Customizing containerd

Running sandboxed containers using gVisor

For additional security in a Kubernetes cluster it can be useful to run certain containers in a restricted runtime environment known as a sandbox. One option for this is to use gVisor which provides a layer of separation between a running container and the host kernel.

To use gVisor, the necessary executables and containerd configuration can be added to the image generated with image-builder by setting the containerd_gvisor_runtime flag to true.
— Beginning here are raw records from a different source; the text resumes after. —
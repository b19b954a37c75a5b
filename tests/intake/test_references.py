"""References with their known values, and the criteria that ask for a check of meters."""

from __future__ import annotations

from pathlib import Path

from gaugelog.intake.criteria import read_criteria
from gaugelog.intake.instruments import load_instruments
from gaugelog.ledger.campaign import CriteriaAgreed
from tests.intake.conftest import DEMO, counter, faults_of

BOX = """[[instrument]]
label = "RB-1"
type = "decade resistor"
maker = "Corriemoor Instruments"
serial = "11-2001"
certificate_number = "CAL-26-0700"
calibrated_by = "Dunmarrow Calibration Laboratory"
calibrated_on = 2026-06-15
due = 2027-06-15
"""
VALUE = (
    '[[instrument.value]]\nquantity = "resistance"\nvalue = "350 ohm"\nuncertainty = "0.02 ohm"\n'
)


def _file(folder: Path, text: str) -> Path:
    path = folder / "references.toml"
    path.write_text(text, encoding="utf-8")
    return path


def criteria(shift: str) -> CriteriaAgreed:
    """The small job's criteria with this text about checks of meters."""
    data = (DEMO / "plan" / "criteria.toml").read_text(encoding="utf-8") + shift
    faults: list[object] = []
    found = read_criteria("criteria.toml", data.encode(), "c", counter(), faults)  # type: ignore[arg-type]
    assert [] == faults
    return found


def test_a_reference_has_known_values_and_needs_no_range(tmp_path: Path) -> None:
    (box,) = load_instruments(_file(tmp_path, BOX + VALUE + VALUE + "coverage = 3\n"), counter())
    assert () == box.ranges
    assert [("350 Ω", "0.02 Ω", "2"), ("350 Ω", "0.02 Ω", "3")] == [
        (str(each.value), str(each.uncertainty), each.coverage) for each in box.values
    ]


def test_what_has_neither_range_nor_value_is_told(tmp_path: Path) -> None:
    (fault,) = faults_of(lambda: load_instruments(_file(tmp_path, BOX), counter()))
    assert "references.toml, instrument[1].range" == fault.where


def test_every_slip_of_a_known_value_is_told(tmp_path: Path) -> None:
    text = VALUE.replace("0.02 ohm", "0 ohm").replace('"350 ohm"', "350") + 'colour = "red"\n'
    found = faults_of(lambda: load_instruments(_file(tmp_path, BOX + text), counter()))
    assert {"value", "uncertainty", "colour"} == {each.where.rpartition(".")[2] for each in found}


def test_criteria_may_ask_for_a_check_of_meters() -> None:
    demand = criteria(
        '\n[shift_check]\nwithin = "12 h"\nof = ["resistance"]\nsource = "common practice"\n'
    ).shift_check
    assert demand is not None
    assert ("12 h", ("resistance",)) == (str(demand.within), demand.of)
    assert criteria("").shift_check is None


def test_slips_in_what_criteria_ask_of_meters_are_told_at_once() -> None:
    data = (DEMO / "plan" / "criteria.toml").read_text(encoding="utf-8")
    data += '\n[shift_check]\nwithin = "12 V"\nof = ["torque"]\nfrom = "x"\n'
    faults: list[object] = []
    read_criteria("criteria.toml", data.encode(), "c", counter(), faults)  # type: ignore[arg-type]
    where = {str(fault).partition(":")[0].rpartition(".")[2] for fault in faults}
    assert {"within", "of", "from", "source"} == where
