"""Routes that points name: shipped or the planner's own, each read once and told once."""

from __future__ import annotations

from pathlib import Path

import pytest

from gaugelog.intake.route import shipped_routes
from tests.intake.conftest import change, lines_of, set_cell, understood

LABEL = "room-temperature-bond-metal"
ROUTE = shipped_routes()[LABEL]


@pytest.fixture
def own(plan: Path) -> Path:
    """A planner's own route with a label of its own, which both points follow."""
    file = plan / "own.toml"
    file.write_bytes(ROUTE.replace(LABEL.encode(), b"own-practice", 1))
    for row in (2, 3):
        set_cell(plan / "grids.csv", row, "route", "own.toml")
    return file


def test_two_points_share_one_route(plan: Path) -> None:
    facts = understood(plan)
    assert 1 == len(facts.routes)
    assert {facts.routes[0].id} == {point.route for point in facts.points}


def test_a_shipped_route_may_be_named_in_any_letter_case(plan: Path) -> None:
    set_cell(plan / "grids.csv", 2, "route", LABEL.upper())
    assert 1 == len(understood(plan).routes)


def test_an_own_route_is_kept_with_the_plans_files(plan: Path, own: Path) -> None:
    facts = understood(plan)
    assert own.read_bytes() == facts.files["own.toml"]
    assert facts.digests["own.toml"] == facts.routes[0].file


def test_an_own_and_a_shipped_route_stand_beside_each_other(plan: Path, own: Path) -> None:
    set_cell(plan / "grids.csv", 2, "route", LABEL)
    facts = understood(plan)
    assert {LABEL, "own-practice"} == {route.label for route in facts.routes}
    assert 6 == len(facts.files)


def test_a_changed_copy_needs_a_label_of_its_own(plan: Path) -> None:
    (plan / "own.toml").write_bytes(ROUTE + b"# changed\n")
    set_cell(plan / "grids.csv", 3, "route", "own.toml")
    (line,) = lines_of(lambda: understood(plan))
    assert line.startswith(f"own.toml: has the label {LABEL}, as")


def test_the_faults_of_a_route_are_told_once_and_each_row_that_names_it(
    plan: Path, own: Path
) -> None:
    change(own, 'edition = "2"', "edition = 2")
    first, second = lines_of(lambda: understood(plan))
    assert first.startswith("own.toml, edition: ")
    assert "grids.csv, row 3, column route: “own.toml” can't be used, as said above." == second


@pytest.mark.parametrize(
    ("named", "what"),
    [
        ("none.toml", "none.toml: can't be read"),
        ("campaign.toml", "“campaign.toml” is no route, but a file of the plan."),
        ("./campaign.toml", "is no route, but a file of the plan."),
        ("../own.toml", "lies outside the plan's folder."),
        ("/etc/own.toml", "lies outside the plan's folder."),
        ("C:\\own.toml", "lies outside the plan's folder."),
        ("cold weld", "no route is called “cold weld”."),
    ],
)
def test_a_route_that_is_none_is_told(plan: Path, named: str, what: str) -> None:
    set_cell(plan / "grids.csv", 2, "route", named)
    (line,) = lines_of(lambda: understood(plan))
    assert what in line
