"""A plan's folder to spoil: the demo's own files, copied, with a lot in stock."""

from __future__ import annotations

import csv
import io
import itertools
import shutil
from collections.abc import Callable
from pathlib import Path

import pytest

from gaugelog.errors import Fault, Faulty
from gaugelog.intake.plan import PlanFacts, load_plan

DEMO = Path(__file__).parents[1] / "small_job"


def counter() -> Callable[[], str]:
    """Ids that count, so that a test can be repeated."""
    numbers = itertools.count(1)
    return lambda: f"id{next(numbers)}"


@pytest.fixture
def plan(tmp_path: Path) -> Path:
    """A copy of the demo's plan."""
    return Path(shutil.copytree(DEMO / "plan", tmp_path / "plan"))


def understood(folder: Path) -> PlanFacts:
    """The plan in `folder`, with the demo's lot in stock."""
    return load_plan(folder, lots={"L-3504": "lot1"}, new_id=counter())


def faults_of(act: Callable[[], object]) -> tuple[Fault, ...]:
    """The faults that `act` names; it must name some."""
    with pytest.raises(Faulty) as caught:
        act()
    return caught.value.faults


def change(file: Path, old: str, new: str) -> None:
    """Replace the first `old` in a file; it must be there."""
    text = file.read_text(encoding="utf-8")
    assert old in text
    file.write_text(text.replace(old, new, 1), encoding="utf-8")


def set_cell(file: Path, row: int, column: str, value: str) -> None:
    """Change one cell of a CSV file; row 1 is the heading, and gets a column that it lacks."""
    table = list(csv.reader(io.StringIO(file.read_text(encoding="utf-8"))))
    if column not in table[0]:
        for place, line in enumerate(table):
            line.append(column if place == 0 else "")
    table[row - 1][table[0].index(column)] = value
    with file.open("w", encoding="utf-8", newline="") as target:
        csv.writer(target, lineterminator="\n").writerows(table)


def lines_of(act: Callable[[], object]) -> list[str]:
    """The faults that `act` names, each as a person reads it."""
    return [str(fault) for fault in faults_of(act)]


def places_of(act: Callable[[], object]) -> list[str]:
    """The places of the faults that `act` names, in order."""
    return [fault.where for fault in faults_of(act)]


def told(act: Callable[[], object]) -> tuple[Fault, ...] | None:
    """The faults that `act` names, or None when it understands; any other error is a defect."""
    try:
        act()
    except Faulty as error:
        return error.faults
    return None
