"""The demo's files: their README says what every column and choice is, and they tell a job."""

from __future__ import annotations

import re
from itertools import chain
from pathlib import Path

import pytest

from gaugelog.intake.campaign import WIRES
from gaugelog.intake.circuits import ARRANGEMENTS
from gaugelog.intake.circuits import COLUMNS as CIRCUITS
from gaugelog.intake.criteria import STAGES
from gaugelog.intake.grids import COLUMNS as GRIDS
from gaugelog.intake.route import shipped_routes
from gaugelog.intake.stock import CONSUMABLE_COLUMNS, LOT_COLUMNS
from gaugelog.intake.typed import parse_quantity

DEMO = Path(__file__).parents[2] / "demo_project"
README = (DEMO / "README.md").read_text(encoding="utf-8")


@pytest.mark.parametrize(
    "column",
    sorted({*GRIDS.known, *CIRCUITS.known, *LOT_COLUMNS.known, *CONSUMABLE_COLUMNS.others}),
)
def test_the_readme_explains_every_column(column: str) -> None:
    explained = column.startswith("arm") or column in {"circuit"}
    assert explained or f"`{column}`" in README


@pytest.mark.parametrize("word", [*STAGES, *WIRES, *ARRANGEMENTS, *shipped_routes()])
def test_the_readme_names_every_choice(word: str) -> None:
    assert word in " ".join(README.split())


def test_every_file_of_the_demo_is_in_the_readme() -> None:
    files = {
        str(path.relative_to(DEMO))
        for path in chain(DEMO.glob("*"), DEMO.glob("*/*"))
        if path.is_file() and path.name != "README.md"
    }
    assert set() == {file for file in files if f"`{file}`" not in README}


@pytest.mark.parametrize(
    "text", [each for each in re.findall(r'`"([^"]+)"`', README) if each[0].isdigit()]
)
def test_quantities_in_the_readme_are_understood(text: str) -> None:
    units = ("GPa", "MPa", "ppm/K", "kg/m3")
    assert parse_quantity(text, units).unit in units
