"""What is typed at a meter is understood as it was meant, or refused in one sentence."""

from __future__ import annotations

import pytest
from hypothesis import given
from hypothesis import strategies as st

from gaugelog.errors import Faulty
from gaugelog.intake.typed import parse_quantity, parse_reading, unit_of
from gaugelog.ledger.base import SYMBOLS, UNITS


@pytest.mark.parametrize(
    ("text", "check", "qualifier", "shown"),
    [
        ("12.5 GΩ", "insulation", "=", "12.5 GΩ"),
        ("12.5 Gohm", "insulation", "=", "12.5 GΩ"),
        ("12.5GOhm", "insulation", "=", "12.5 GΩ"),
        (">20 GΩ", "insulation", ">", "20 GΩ"),
        ("> 20 Gohm", "insulation", ">", "20 GΩ"),
        ("<5 Mohm", "insulation", "<", "5 MΩ"),
        ("12.5 MΩ", "insulation", "=", "12.5 MΩ"),
        ("12500 megohm", "insulation", "=", "12500 MΩ"),
        ("350.40 ohm", "resistance", "=", "350.40 Ω"),
        ("350.4 Ω", "resistance", "=", "350.4 Ω"),
        ("0.3504 kohm", "resistance", "=", "0.3504 kΩ"),
        ("3.504e2 ohm", "resistance", "=", "3.504e2 Ω"),
    ],
)
def test_a_reading_keeps_its_digits(text: str, check: str, qualifier: str, shown: str) -> None:
    found = parse_reading(text, check)
    assert qualifier == found.qualifier
    assert shown == str(found.quantity)
    assert text == found.typed


@pytest.mark.parametrize("text", ["OL", "ol", "O.L", "overload", "0L"])
def test_an_overload_is_a_reading_without_a_value(text: str) -> None:
    found = parse_reading(text, "insulation")
    assert found.qualifier == "overload"
    assert found.quantity is None


@pytest.mark.parametrize(
    ("text", "check", "sentence"),
    [
        ("12.5 mohm", "insulation", "milli or mega"),
        ("12.5 mΩ", "insulation", "milli or mega"),
        ("12.5", "insulation", "has no unit"),
        ("350,4 ohm", "resistance", "decimal comma"),
        ("350.4 V", "resistance", "has the unit V"),
        ("12.5 Gohm", "resistance", "has the unit Gohm"),
        ("good", "insulation", "is no reading"),
        ("", "insulation", "is no reading"),
        ("nan ohm", "resistance", "is no reading"),
        ("--5 ohm", "resistance", "is no number"),
        ("5 ohm 6 ohm", "resistance", "has the unit"),
        ("9" * 80 + " ohm", "resistance", "is no reading"),
    ],
)
def test_what_is_not_understood_is_never_guessed(text: str, check: str, sentence: str) -> None:
    with pytest.raises(Faulty) as caught:
        parse_reading(text, check)
    assert sentence in caught.value.faults[0].what


@pytest.mark.parametrize(
    ("text", "unit", "shown"),
    [
        ("21.5 °C", "degC", "21.5 °C"),
        ("−3 degC", "degC", "-3 °C"),
        ("45 % RH", "%RH", "45 % RH"),
        ("45 %", "%RH", "45 % RH"),
        ("0.3 mm", "mm", "0.3 mm"),
    ],
)
def test_a_quantity_is_understood(text: str, unit: str, shown: str) -> None:
    assert shown == str(parse_quantity(text, (unit,)))


def test_mega_and_milli_stay_apart() -> None:
    assert unit_of("MPa") == "MPa"
    assert unit_of("mV") == "mV"
    assert unit_of("MV") is None


@pytest.mark.parametrize("unit", sorted(UNITS))
def test_every_unit_can_be_typed_as_it_is_shown(unit: str) -> None:
    assert unit == unit_of(unit)
    if SYMBOLS.get(unit):
        assert unit == unit_of(SYMBOLS[unit])


@given(st.text(max_size=80))
def test_any_text_is_a_reading_or_one_fault(text: str) -> None:
    try:
        parse_reading(text, "insulation")
    except Faulty as error:
        found = error.faults
    else:
        return
    assert len(found) == 1


@given(st.text(max_size=80))
def test_any_text_is_a_quantity_or_one_fault(text: str) -> None:
    try:
        parse_quantity(text, ("mm",))
    except Faulty as error:
        found = error.faults
    else:
        return
    assert len(found) == 1
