"""Steps of a route: what would make a step impossible or ambiguous is told before it is planned."""

from __future__ import annotations

import pytest

from gaugelog.intake.route import read_route, shipped_routes
from tests.intake.conftest import counter, lines_of

ROUTE = shipped_routes()["room-temperature-bond-metal"].decode()


def refusal(before: str, after: str) -> list[str]:
    """The lines that refuse the shipped route with one change."""
    assert before in ROUTE
    changed = ROUTE.replace(before, after, 1)
    return lines_of(lambda: read_route("own.toml", changed.encode(), counter()))


@pytest.mark.parametrize(
    ("before", "after", "what"),
    [
        ('stage = "received"', "", "stage: is missing."),
        ('stage = "received"', 'stage = "reborn"', "stage: “reborn” is not one of received"),
        ('check = "resistance"', "", "check: is missing."),
        ('check = "resistance"', 'check = "weight"', "check: “weight” is not one of"),
        ('unit = "Ω"', 'unit = "GΩ"', "unit: “GΩ” is no unit of it."),
        ('unit = "mm"', 'unit = "cubit"', "unit: “cubit” is no unit."),
        ('unit = "min"', 'unit = "degC"', "unit: is no unit of time."),
        ('type = "cleaner"', 'type = "soap"', "type: “soap” is not one of adhesive"),
        ('type = "cleaner"', "", "type: is missing."),
        ('type = "resistance"', 'type = "weight"', "type: “weight” is not one of resistance"),
        ('subject = "place"', 'subject = "sky"', "subject: “sky” is not one of place"),
        ('refused_to = "layout"', "", "refused_to: is missing."),
        ('refused_to = "layout"', 'refused_to = "coat"', "“coat” is no earlier step."),
        ('refused_to = "layout"', 'refused_to = "layout-hold"', "is no earlier step."),
        ('after = "condition"', 'after = "coated"', "window: “coated” is no earlier step."),
        ('duration = "45 min"', 'duration = "45"', "duration: “45” has no unit."),
        ('duration = "45 min"', 'duration = "0 min"', "duration: “0 min” must be above 0."),
        ('duration = "45 min"', 'duration = "45 mm"', "duration: “45 mm” has the unit mm."),
        ("\nhold = true", '\nhold = true\nskip = "planner"', "skip: must be never at a hold."),
        ("\nhold = true", '\nhold = "yes"', "hold: is text"),
        ('kind = "gauge"', 'kind = "text"', "step: asks for the gauge 0 times."),
        ('id = "clean"', 'id = "access"', "id: “access” stands twice."),
        ('name = "safe"', 'name = "safe and sound"', "can't be a label"),
        ('edition = "2"', "edition = 2", "edition: is a number, not text."),
        ('edition = "2"', 'edition = "2"\nauthor = "x"', "author: is not known here."),
    ],
)
def test_a_slip_is_told_at_its_key(before: str, after: str, what: str) -> None:
    assert any(what in line for line in refusal(before, after))


def test_a_hold_asks_for_nothing() -> None:
    entry = '\n  [[step.input]]\n  name = "n"\n  kind = "text"\n  prompt = "p"'
    asked = '\nreaches = "ready to coat"' + entry
    (line,) = refusal('\nreaches = "ready to coat"', asked)
    assert "input: is asked for at a hold." in line


def test_a_refusal_goes_back_from_a_hold_only() -> None:
    lines = refusal('skip = "with reason"', 'skip = "with reason"\nrefused_to = "coat"')
    assert ["own.toml, step[15].refused_to: belongs to a hold only."] == lines


def test_a_reading_asks_for_the_one_meter_it_is_read_on() -> None:
    meter = 'kind = "instrument"\n  type = "resistance"'
    assert "has a reading and 0 instruments" in refusal(meter, 'kind = "text"')[0]


def test_a_gauge_is_taken_before_anything_is_read_on_it() -> None:
    start = ROUTE.index('  [[step.input]]\n  name = "gauge"')
    end = ROUTE.index("  [[step.input]]", start + 1)
    taken, without = ROUTE[start:end], ROUTE[:start] + ROUTE[end:]
    bond = '  [[step.input]]\n  name = "adhesive"'
    later = without.replace(bond, taken + bond)
    lines = lines_of(lambda: read_route("own.toml", later.encode(), counter()))
    assert ["own.toml, step[2].input: has a reading before the gauge is taken."] == lines


def test_the_gauge_is_taken_for_a_grid() -> None:
    before = 'subject = "grid"\nstage = "received"'
    lines = refusal(before, 'subject = "place"\nstage = "received"')
    assert ["own.toml, step[2].subject: takes the gauge, so it must be grid or gauge."] == lines


def test_one_check_is_read_once_a_stage() -> None:
    lines = refusal('subject = "grid"\nstage = "coated"', 'subject = "grid"\nstage = "bonded"')
    (line,) = lines
    assert "reads insulation at the stage bonded again after step insulation" in line


def test_a_window_that_closes_before_it_opens_is_told() -> None:
    window = '  [[step.window]]\n  bound = "{}"\n  duration = "{}"\n  after = "condition"\n'
    both = window.format("not before", "1 h") + window.format("within", "45 min")
    lines = refusal(window.format("within", "45 min"), both)
    assert any("closes 45 min after condition, before it opens at 1 h" in line for line in lines)


def test_a_route_without_steps_is_told() -> None:
    bare = ROUTE[: ROUTE.index("[[step]]")]
    lines = lines_of(lambda: read_route("own.toml", bare.encode(), counter()))
    assert ["own.toml, step: is missing."] == lines
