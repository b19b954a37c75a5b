"""Instrument files: each range with its accuracy; units are named, never guessed."""

from __future__ import annotations

from pathlib import Path

from gaugelog.intake.instruments import load_instruments
from tests.intake.conftest import DEMO, change, counter, faults_of


def _copy(folder: Path) -> Path:
    target = folder / "instruments.toml"
    target.write_bytes((DEMO / "instruments.toml").read_bytes())
    return target


def test_the_demos_meters_are_understood() -> None:
    found = load_instruments(DEMO / "instruments.toml", counter())
    assert [item.label for item in found] == ["RM-2", "IT-5", "QB-1"]
    assert str(found[0].ranges[0].offset) == "0.1 Ω"


def test_all_faults_are_named_at_once(tmp_path: Path) -> None:
    file = _copy(tmp_path)
    change(file, 'gain = "0.05 %"', "gain = 0.05")
    change(file, "due = 2027-06-15", "due = 2025-06-15")
    change(file, 'label = "IT-5"', 'label = "RM-2"')
    change(file, 'resolution = "1 Mohm"', 'resolution = "1 mohm"')
    change(file, 'test_voltage = "50 V"', 'test_voltage = "50 V"\ncolour = "red"')
    found = faults_of(lambda: load_instruments(file, counter()))
    assert {fault.where for fault in found} == {
        "instruments.toml, instrument[1].range[1].gain",
        "instruments.toml, instrument[1].due",
        "instruments.toml, instrument[2].label",
        "instruments.toml, instrument[2].range[1].resolution",
        "instruments.toml, instrument[2].range[1].colour",
    }


def test_a_slip_in_the_toml_is_told_with_line_and_column(tmp_path: Path) -> None:
    file = _copy(tmp_path)
    change(file, "due = 2027-06-15", "due = ")
    found = faults_of(lambda: load_instruments(file, counter()))
    assert "line" in found[0].what
    assert "column" in found[0].what


def test_an_empty_file_is_told(tmp_path: Path) -> None:
    file = tmp_path / "instruments.toml"
    file.write_text("  \n", encoding="utf-8")
    assert "is empty" in faults_of(lambda: load_instruments(file, counter()))[0].what
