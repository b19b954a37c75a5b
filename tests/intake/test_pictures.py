from __future__ import annotations

import struct
import zlib
from pathlib import Path

import pytest
from PIL import ImageFile

from gaugelog.errors import Faulty
from gaugelog.intake.pictures import LARGEST_BYTES, load_pictures, read_picture
from tests.pictures import camera_jpeg, camera_png, encoded, scene


def fault(name: str, data: bytes) -> str:
    """The one sentence that these bytes are refused with."""
    with pytest.raises(Faulty) as caught:
        read_picture(name, data)
    (found,) = caught.value.faults
    assert found.where == name
    return f"{found.what} {found.remedy}"


def png_claiming(width: int, height: int) -> bytes:
    """A PNG whose heading claims this size, of no more than a few bytes."""

    def chunk(kind: bytes, data: bytes) -> bytes:
        return (
            struct.pack(">I", len(data)) + kind + data + struct.pack(">I", zlib.crc32(kind + data))
        )

    heading = struct.pack(">IIBBBBB", width, height, 8, 2, 0, 0, 0)
    body = chunk(b"IDAT", zlib.compress(b"\0" * 100))
    return b"\x89PNG\r\n\x1a\n" + chunk(b"IHDR", heading) + body + chunk(b"IEND", b"")


@pytest.mark.parametrize("kind", ["JPEG", "PNG", "WEBP", "TIFF"])
def test_a_picture_of_each_kind_is_read_with_its_size(kind: str) -> None:
    data = encoded(scene(321, 123), kind)
    found = read_picture("bond.x", data)
    assert (kind, 321, 123, data) == (found.format, found.width, found.height, found.data)


def test_the_size_is_the_files_own_before_it_is_turned_upright() -> None:
    found = read_picture("bond.jpg", camera_jpeg(640, 480, orientation=6))
    assert (640, 480) == (found.width, found.height)


def test_a_phones_jpeg_of_several_pictures_counts_as_jpeg() -> None:
    data = encoded(scene(), "MPO", save_all=True, append_images=[scene(320, 240)])
    assert "JPEG" == read_picture("phone.jpg", data).format


def test_what_is_no_picture_is_said_to_be_none() -> None:
    said = "is no picture that is read here. Give a photo as JPEG, PNG, WEBP or TIFF."
    for data in (b"lot,pack\nL-1,K7\n", b"%PDF-1.7 ...", b"<svg></svg>", b"GIF89a" + bytes(40)):
        assert said == fault("bond.jpg", data)


def test_a_phones_heic_is_named_for_what_it_is() -> None:
    data = b"\x00\x00\x00\x18ftypheic\x00\x00\x00\x00mif1heic" + bytes(100)
    assert fault("IMG_1.HEIC", data).startswith("is a HEIC or AVIF picture, which is not read")


@pytest.mark.parametrize("whole", [camera_jpeg(), camera_png(), encoded(scene(), "WEBP")])
def test_a_picture_that_is_cut_short_is_refused(whole: bytes) -> None:
    for share in (0.4, 0.8):
        assert "damaged or cut short" in fault("bond.jpg", whole[: int(len(whole) * share)])


def test_a_small_file_that_claims_a_huge_picture_is_not_unpacked() -> None:
    for width, height in (
        (9_000, 9_000),
        (12_000, 9_000),
        (60_000, 60_000),
        (2**31 - 1, 2**31 - 1),
    ):
        assert "pixels" in fault("bomb.png", png_claiming(width, height))


def test_a_text_that_unpacks_without_end_is_refused() -> None:
    data = encoded(scene(8, 8), "PNG")
    bomb = b"Comment\0\0" + zlib.compress(bytes(80_000_000))
    chunk = struct.pack(">I", len(bomb)) + b"zTXt" + bomb
    chunk += struct.pack(">I", zlib.crc32(b"zTXt" + bomb))
    assert "damaged" in fault("bomb.png", data[:33] + chunk + data[33:])


def test_several_pictures_in_one_file_are_refused() -> None:
    for kind in ("TIFF", "WEBP", "PNG"):
        data = encoded(scene(), kind, save_all=True, append_images=[scene().rotate(90)])
        assert "holds several pictures." in fault("pages.x", data)


def test_every_file_that_can_not_be_kept_is_named_at_once(tmp_path: Path) -> None:
    names = ("good.jpg", "words.jpg", "empty.jpg", "huge.jpg", "absent.jpg")
    good, words, empty, huge, _ = paths = [tmp_path / name for name in names]
    good.write_bytes(camera_jpeg())
    words.write_text("no picture")
    empty.write_bytes(b"")
    with huge.open("wb") as file:
        file.truncate(LARGEST_BYTES + 1)
    with pytest.raises(Faulty) as caught:
        load_pictures([*paths, tmp_path])
    assert [*names[1:], tmp_path.name] == [each.where for each in caught.value.faults]


def test_what_is_cut_short_is_refused_though_another_library_lets_it_pass() -> None:
    ImageFile.LOAD_TRUNCATED_IMAGES, before = True, ImageFile.LOAD_TRUNCATED_IMAGES
    try:
        assert "damaged or cut short" in fault("bond.jpg", camera_jpeg()[:2000])
        assert ImageFile.LOAD_TRUNCATED_IMAGES
    finally:
        ImageFile.LOAD_TRUNCATED_IMAGES = before
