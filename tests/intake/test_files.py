"""Files as such: what can't be read as text is told with what to do."""

from __future__ import annotations

import os
from pathlib import Path

import pytest

from gaugelog.intake import files
from gaugelog.intake.files import read_bytes, text_of, toml_of
from gaugelog.intake.texts import Untidy, tidied
from tests.intake.conftest import faults_of, lines_of


def test_a_byte_order_mark_is_passed_over() -> None:
    assert "lot\n" == text_of("f.csv", b"\xef\xbb\xbflot\n")


def test_latin_1_is_told_with_its_line_and_byte() -> None:
    (line,) = lines_of(lambda: text_of("f.csv", "a\nBräu\n".encode("latin-1")))
    assert line.startswith("f.csv, line 2: is not UTF-8 text (byte E4)")
    assert "Save it as UTF-8" in line


@pytest.mark.parametrize(
    ("data", "what"),
    [
        ("lot\n".encode("utf-16"), "is UTF-16 text."),
        (b"PK\x03\x04rest", "is a spreadsheet or an archive, not text."),
        (b"a\nb\x00c", "holds a zero byte, so it is no text."),
    ],
)
def test_other_codes_are_told(data: bytes, what: str) -> None:
    assert what == faults_of(lambda: text_of("f", data))[0].what


@pytest.mark.parametrize("data", [b"", b" \n\t", b"\xef\xbb\xbf", b"\xef\xbb\xbf\n"])
def test_an_empty_file_is_told(tmp_path: Path, data: bytes) -> None:
    (tmp_path / "f").write_bytes(data)
    assert "is empty." == faults_of(lambda: read_bytes(tmp_path / "f"))[0].what


def test_a_folder_or_a_pipe_is_no_file(tmp_path: Path) -> None:
    os.mkfifo(tmp_path / "pipe")
    for path in (tmp_path, tmp_path / "pipe"):
        assert "is no file." == faults_of(lambda path=path: read_bytes(path))[0].what  # type: ignore[misc]


@pytest.mark.parametrize("name", ["none.csv", "a\x00b", "x" * 300])
def test_a_file_that_can_not_be_there_is_told(tmp_path: Path, name: str) -> None:
    assert "can't be read" in faults_of(lambda: read_bytes(tmp_path / name))[0].what


def test_a_file_far_too_large_is_not_read(tmp_path: Path, monkeypatch: pytest.MonkeyPatch) -> None:
    (tmp_path / "f").write_bytes(b"x" * 11)
    monkeypatch.setattr(files, "LARGEST", 10)
    assert (
        "has 11 bytes; 10 are read at most."
        == faults_of(lambda: read_bytes(tmp_path / "f"))[0].what
    )


def test_a_slip_in_toml_is_told_with_line_and_column() -> None:
    (line,) = lines_of(lambda: toml_of("f.toml", b'a = 1\nb = "open\n'))
    assert "line 2" in line
    assert "column" in line


def test_line_feeds_and_tabs_stay_in_texts() -> None:
    assert "a\n\tb" == tidied(" a\r\n\tb ")


@pytest.mark.parametrize("char", ["\x00", "\x1b", "\x7f", "\x85", "\ud800"])
def test_characters_that_only_act_are_refused(char: str) -> None:
    with pytest.raises(Untidy, match="which never shows"):
        tidied(f"a{char}b")


@pytest.mark.parametrize("text", ["שלום", "नमस्ते\u200d", "😀", "{{ 7 }}", "=1+1", "[bold]"])
def test_any_printable_text_is_kept_as_it_is(text: str) -> None:
    assert text == tidied(text)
For example, in a packer configuration file:

{
    "containerd_gvisor_runtime": "true",
    "containerd_gvisor_version": "yyyymmdd",
}

This will tell image_builder to install runsc, the executable for gVisor, as well as the necessary configuration for containerd. Note that containerd_gvisor_version: yyyymmdd can be used to install a specific point release version. The version defaults to latest.

Once you have built your cluster using the new image, you can then create a RuntimeClass object as follows:

apiVersion: node.k8s.io/v1
kind: RuntimeClass
metadata:
  # The name the RuntimeClass will be referenced by.
  # RuntimeClass is a non-namespaced resource.
  name: gvisor
handler: gvisor

Now, to run a pod in the sandboxed environment you just need to specify the name of the RuntimeClass using runtimeClassName in the Pod spec:

apiVersion: v1
kind: Pod
metadata:
  name: test-sandboxed-pod
spec:
  runtimeClassName: gvisor
  containers:
    - name: sandboxed-container
      image: nginx

Once the pod is up and running, you can verify by using kubectl exec to start a shell on the pod and run dmesg. If the container sandbox is running correctly you should see output similar to the following:

root@sandboxed-container:/# dmesg
[    0.000000] Starting gVisor...
[    0.511752] Digging up root...
[    0.910192] Recruiting cron-ies...
[    1.075793] Rewriting operating system in Javascript...
[    1.351495] Mounting deweydecimalfs...
[    1.648946] Searching for socket adapter...
[    2.115789] Checking naughty and nice process list...
[    2.351749] Granting licence to kill(2)...
[    2.627640] Creating bureaucratic processes...
[    2.954404] Constructing home...
[    3.396065] Segmenting fault lines...
[    3.812981] Setting up VFS...
[    4.164302] Setting up FUSE...
[    4.224418] Ready!

You are running a sandboxed container.

Additional Customizations

Containerd can be further customized in a couple of ways. One option that is directly inserted into the containerd config.toml is to override the image pull progress timeout. This can be done using containerd_image_pull_progress_timeout.

You can also add further configuration by adding values for containerd_additional_settings. This is rendered at the end of the config.toml default template.

Overriding LimitNOFILE

By default a LimitNOFILE systemd drop-in (capping the value at 1048576) is only deployed on Common Base Linux Mariner, Flatcar, and Microsoft Azure Linux, where the upstream infinity value has been known to cause issues with some containerized software. To opt-in to deploying the same drop-in on other operating systems, set containerd_enable_limit_no_file to true. It defaults to false.